▸ **AIM OF THE EXERCISE**
Retyping the entries exactly is all that is required.

▸ **SUPPLIED ENTRIES**
----------

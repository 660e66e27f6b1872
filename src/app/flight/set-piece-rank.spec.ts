import {
  BALL_SIZES,
  DEFAULT_PRIORS,
  GOAL_HEIGHT_M,
  GOAL_WIDTH_M,
  WALL_DISTANCE_M,
  fitProfile,
  setPieceCheck,
  simulateKick,
  type KickProfile,
  type SetPieceInput,
} from '../../../shared/flight';
import { GOAL_CROSSING, aimLineFlight, setPieceCloud, setPieceRank } from './set-piece-rank';

function curler(overrides: Partial<KickProfile> = {}): KickProfile {
  const base = fitProfile([], { ...DEFAULT_PRIORS.curled, technique: 'curled' });
  return {
    ...base,
    meanSpeedMs: 24,
    sdSpeedMs: 1.5,
    meanSpeedSeMs: 0.3,
    meanAzimuthDeg: 0,
    sdAzimuthDeg: 2.5,
    elevationDeg: 19,
    sdElevationDeg: 1.5,
    backspinRps: 3,
    sidespinRps: 4,
    sdBackspinRps: 1,
    sdSidespinRps: 1,
    ...overrides,
  };
}

const spots: SetPieceInput[] = [
  { ballX: 22, ballY: 0, profile: curler(), conditions: {}, samples: 250, seed: 11 },
  {
    ballX: 25,
    ballY: 6,
    wallHeightM: 2.2,
    aimYM: -2,
    profile: curler({ meanSpeedMs: 26 }),
    conditions: { wind: { speedMs: 4, fromDeg: 60 } },
    samples: 200,
    seed: 5,
  },
  {
    ballX: 18,
    ballY: -8,
    wallHeightM: 1.8,
    profile: curler({ elevationDeg: 25, sidespinRps: -6 }),
    conditions: { air: { altitudeM: 800, temperatureC: 25 } },
    samples: 150,
    seed: 2,
  },
];

describe('setPieceCloud', () => {
  it('gives exactly the set-piece check of the flight model, plus the cloud', () => {
    for (const spot of spots) {
      const { cloud, ...result } = setPieceCloud(spot);
      expect(result).toEqual(setPieceCheck(spot));
      expect(cloud.yM.length).toBe(cloud.kind.length);
      expect(cloud.zM.length).toBe(cloud.kind.length);
    }
  });

  it('keeps one cloud point for every kick that reached the goal line over the wall, classified as the shares say', () => {
    for (const spot of spots) {
      const r = setPieceCloud(spot);
      const n = r.samples;
      const reached = Math.round(n * (r.shares.onTarget + r.shares.over + r.shares.wide));
      expect(r.cloud.kind.length).toBe(reached);
      const count = (k: number): number => r.cloud.kind.filter((x) => x === k).length;
      expect(count(GOAL_CROSSING.in)).toBe(Math.round(n * r.shares.onTarget));
      expect(count(GOAL_CROSSING.over)).toBe(Math.round(n * r.shares.over));
      expect(count(GOAL_CROSSING.wide)).toBe(Math.round(n * r.shares.wide));
    }
  });

  it('puts "in" points inside the posts and under the bar, "wide" ones outside the posts', () => {
    const radius = BALL_SIZES[5].radiusM;
    const r = setPieceCloud(spots[0]!);
    expect(r.cloud.kind).toContain(GOAL_CROSSING.in);
    r.cloud.kind.forEach((kind, i) => {
      const y = r.cloud.yM[i]!;
      const z = r.cloud.zM[i]!;
      // IFAB Laws of the Game, Law 1: 7.32 m between the posts, 2.44 m to the bar (the whole ball inside).
      if (kind === GOAL_CROSSING.in) {
        expect(Math.abs(y) + radius).toBeLessThan(GOAL_WIDTH_M / 2 + 0.001);
        expect(z + radius).toBeLessThan(GOAL_HEIGHT_M + 0.001);
      } else if (kind === GOAL_CROSSING.wide) {
        expect(Math.abs(y) + radius).toBeGreaterThan(GOAL_WIDTH_M / 2 - 0.001);
      } else {
        expect(z + radius).toBeGreaterThan(GOAL_HEIGHT_M - 0.001);
      }
    });
  });

  it('refuses a spot whose wall would stand behind the goal line', () => {
    expect(() => setPieceCloud({ ...spots[0]!, ballX: 9 })).toThrowError(RangeError, /^ballX/);
  });
});

describe('aimLineFlight', () => {
  it('puts the wall 9.15 m and the goal line ballX away for a central kick aimed at the middle', () => {
    const kick = { speedMs: 24, elevationDeg: 19, backspinRps: 3, sidespinRps: 4, aimOffDeg: 0 };
    const f = aimLineFlight({ ballX: 24, ballY: 0, conditions: {} }, kick);
    expect(f.kick).toEqual(kick);
    // IFAB Laws of the Game, Law 13: the wall at 9.15 m.
    expect(f.wallAlongAimM).toBeCloseTo(WALL_DISTANCE_M, 9);
    expect(f.goalAlongAimM).toBeCloseTo(24, 9);
    const direct = simulateKick({
      speed: 24,
      elevationDeg: 19,
      azimuthDeg: 0,
      backspinRps: 3,
      sidespinRps: 4,
      planes: [WALL_DISTANCE_M, 24],
    });
    expect(f.wallHeightOfBallM).toBeCloseTo(direct.crossings[0]!.z, 3);
    expect(f.goalHeightOfBallM).toBeCloseTo(direct.crossings[1]!.z, 3);
    expect(f.carryM).toBe(direct.carryM);
    expect(f.path.length).toBeGreaterThan(10);
  });

  it('lengthens both distances along an oblique aim line', () => {
    const f = aimLineFlight(
      { ballX: 20, ballY: 10, aimYM: 3, conditions: {} },
      { speedMs: 24, elevationDeg: 19, backspinRps: 3, sidespinRps: 4, aimOffDeg: -5 },
    );
    expect(f.goalAlongAimM).toBeCloseTo(Math.hypot(20, 7), 9);
    expect(f.wallAlongAimM).toBeGreaterThan(WALL_DISTANCE_M);
  });
});

describe('setPieceRank', () => {
  it('answers every player in the order given with the same seed for each', () => {
    const players = [
      { id: 'slow', profile: curler({ meanSpeedMs: 15 }) },
      { id: 'good', profile: curler() },
    ];
    const ranked = setPieceRank({ ballX: 22, ballY: 0, conditions: {}, samples: 120, seed: 4, players });
    expect(ranked.map((e) => e.id)).toEqual(['slow', 'good']);
    expect(ranked[1]!.result).toEqual(
      setPieceCloud({ ballX: 22, ballY: 0, profile: players[1]!.profile, conditions: {}, samples: 120, seed: 4 }),
    );
    // The side view flies the kick each player chose for the spot.
    expect(ranked[0]!.meanKick.kick).toEqual(ranked[0]!.result.kick);
    expect(ranked[1]!.meanKick.kick).toEqual(ranked[1]!.result.kick);
  });
});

----------

▸ **ANSWER BOX**
repository 660e66e27f6b1872
filename src/app/flight/set-piece-rank.spec.ts
import {
  BALL_SIZES,
  DEFAULT_PRIORS,
  GOAL_HEIGHT_M,
  GOAL_WIDTH_M,
  WALL_DISTANCE_M,
  fitProfile,
  setPieceCheck,
  simulateKick,
  type KickProfile,
  type SetPieceInput,
} from '../../../shared/flight';
import { GOAL_CROSSING, aimLineFlight, setPieceCloud, setPieceRank } from './set-piece-rank';

function curler(overrides: Partial<KickProfile> = {}): KickProfile {
  const base = fitProfile([], { ...DEFAULT_PRIORS.curled, technique: 'curled' });
  return {
    ...base,
    meanSpeedMs: 24,
    sdSpeedMs: 1.5,
    meanSpeedSeMs: 0.3,
    meanAzimuthDeg: 0,
    sdAzimuthDeg: 2.5,
    elevationDeg: 19,
    sdElevationDeg: 1.5,
    backspinRps: 3,
    sidespinRps: 4,
    sdBackspinRps: 1,
    sdSidespinRps: 1,
    ...overrides,
  };
}

const spots: SetPieceInput[] = [
  { ballX: 22, ballY: 0, profile: curler(), conditions: {}, samples: 250, seed: 11 },
  {
    ballX: 25,
    ballY: 6,
    wallHeightM: 2.2,
    aimYM: -2,
    profile: curler({ meanSpeedMs: 26 }),
    conditions: { wind: { speedMs: 4, fromDeg: 60 } },
    samples: 200,
    seed: 5,
  },
  {
    ballX: 18,
    ballY: -8,
    wallHeightM: 1.8,
    profile: curler({ elevationDeg: 25, sidespinRps: -6 }),
    conditions: { air: { altitudeM: 800, temperatureC: 25 } },
    samples: 150,
    seed: 2,
  },
];

describe('setPieceCloud', () => {
  it('gives exactly the set-piece check of the flight model, plus the cloud', () => {
    for (const spot of spots) {
      const { cloud, ...result } = setPieceCloud(spot);
      expect(result).toEqual(setPieceCheck(spot));
      expect(cloud.yM.length).toBe(cloud.kind.length);
      expect(cloud.zM.length).toBe(cloud.kind.length);
    }
  });

  it('keeps one cloud point for every kick that reached the goal line over the wall, classified as the shares say', () => {
    for (const spot of spots) {
      const r = setPieceCloud(spot);
      const n = r.samples;
      const reached = Math.round(n * (r.shares.onTarget + r.shares.over + r.shares.wide));
      expect(r.cloud.kind.length).toBe(reached);
      const count = (k: number): number => r.cloud.kind.filter((x) => x === k).length;
      expect(count(GOAL_CROSSING.in)).toBe(Math.round(n * r.shares.onTarget));
      expect(count(GOAL_CROSSING.over)).toBe(Math.round(n * r.shares.over));
      expect(count(GOAL_CROSSING.wide)).toBe(Math.round(n * r.shares.wide));
    }
  });

  it('puts "in" points inside the posts and under the bar, "wide" ones outside the posts', () => {
    const radius = BALL_SIZES[5].radiusM;
    const r = setPieceCloud(spots[0]!);
    expect(r.cloud.kind).toContain(GOAL_CROSSING.in);
    r.cloud.kind.forEach((kind, i) => {
      const y = r.cloud.yM[i]!;
      const z = r.cloud.zM[i]!;
      // IFAB Laws of the Game, Law 1: 7.32 m between the posts, 2.44 m to the bar (the whole ball inside).
      if (kind === GOAL_CROSSING.in) {
        expect(Math.abs(y) + radius).toBeLessThan(GOAL_WIDTH_M / 2 + 0.001);
        expect(z + radius).toBeLessThan(GOAL_HEIGHT_M + 0.001);
      } else if (kind === GOAL_CROSSING.wide) {
        expect(Math.abs(y) + radius).toBeGreaterThan(GOAL_WIDTH_M / 2 - 0.001);
      } else {
        expect(z + radius).toBeGreaterThan(GOAL_HEIGHT_M - 0.001);
      }
    });
  });

  it('refuses a spot whose wall would stand behind the goal line', () => {
    expect(() => setPieceCloud({ ...spots[0]!, ballX: 9 })).toThrowError(RangeError, /^ballX/);
  });
});

describe('aimLineFlight', () => {
  it('puts the wall 9.15 m and the goal line ballX away for a central kick aimed at the middle', () => {
    const kick = { speedMs: 24, elevationDeg: 19, backspinRps: 3, sidespinRps: 4, aimOffDeg: 0 };
    const f = aimLineFlight({ ballX: 24, ballY: 0, conditions: {} }, kick);
    expect(f.kick).toEqual(kick);
    // IFAB Laws of the Game, Law 13: the wall at 9.15 m.
    expect(f.wallAlongAimM).toBeCloseTo(WALL_DISTANCE_M, 9);
    expect(f.goalAlongAimM).toBeCloseTo(24, 9);
    const direct = simulateKick({
      speed: 24,
      elevationDeg: 19,
      azimuthDeg: 0,
      backspinRps: 3,
      sidespinRps: 4,
      planes: [WALL_DISTANCE_M, 24],
    });
    expect(f.wallHeightOfBallM).toBeCloseTo(direct.crossings[0]!.z, 3);
    expect(f.goalHeightOfBallM).toBeCloseTo(direct.crossings[1]!.z, 3);
    expect(f.carryM).toBe(direct.carryM);
    expect(f.path.length).toBeGreaterThan(10);
  });

  it('lengthens both distances along an oblique aim line', () => {
    const f = aimLineFlight(
      { ballX: 20, ballY: 10, aimYM: 3, conditions: {} },
      { speedMs: 24, elevationDeg: 19, backspinRps: 3, sidespinRps: 4, aimOffDeg: -5 },
    );
    expect(f.goalAlongAimM).toBeCloseTo(Math.hypot(20, 7), 9);
    expect(f.wallAlongAimM).toBeGreaterThan(WALL_DISTANCE_M);
  });
});

describe('setPieceRank', () => {
  it('answers every player in the order given with the same seed for each', () => {
    const players = [
      { id: 'slow', profile: curler({ meanSpeedMs: 15 }) },
      { id: 'good', profile: curler() },
    ];
    const ranked = setPieceRank({ ballX: 22, ballY: 0, conditions: {}, samples: 120, seed: 4, players });
    expect(ranked.map((e) => e.id)).toEqual(['slow', 'good']);
    expect(ranked[1]!.result).toEqual(
      setPieceCloud({ ballX: 22, ballY: 0, profile: players[1]!.profile, conditions: {}, samples: 120, seed: 4 }),
    );
    // The side view flies the kick each player chose for the spot.
    expect(ranked[0]!.meanKick.kick).toEqual(ranked[0]!.result.kick);
    expect(ranked[1]!.meanKick.kick).toEqual(ranked[1]!.result.kick);
  });
});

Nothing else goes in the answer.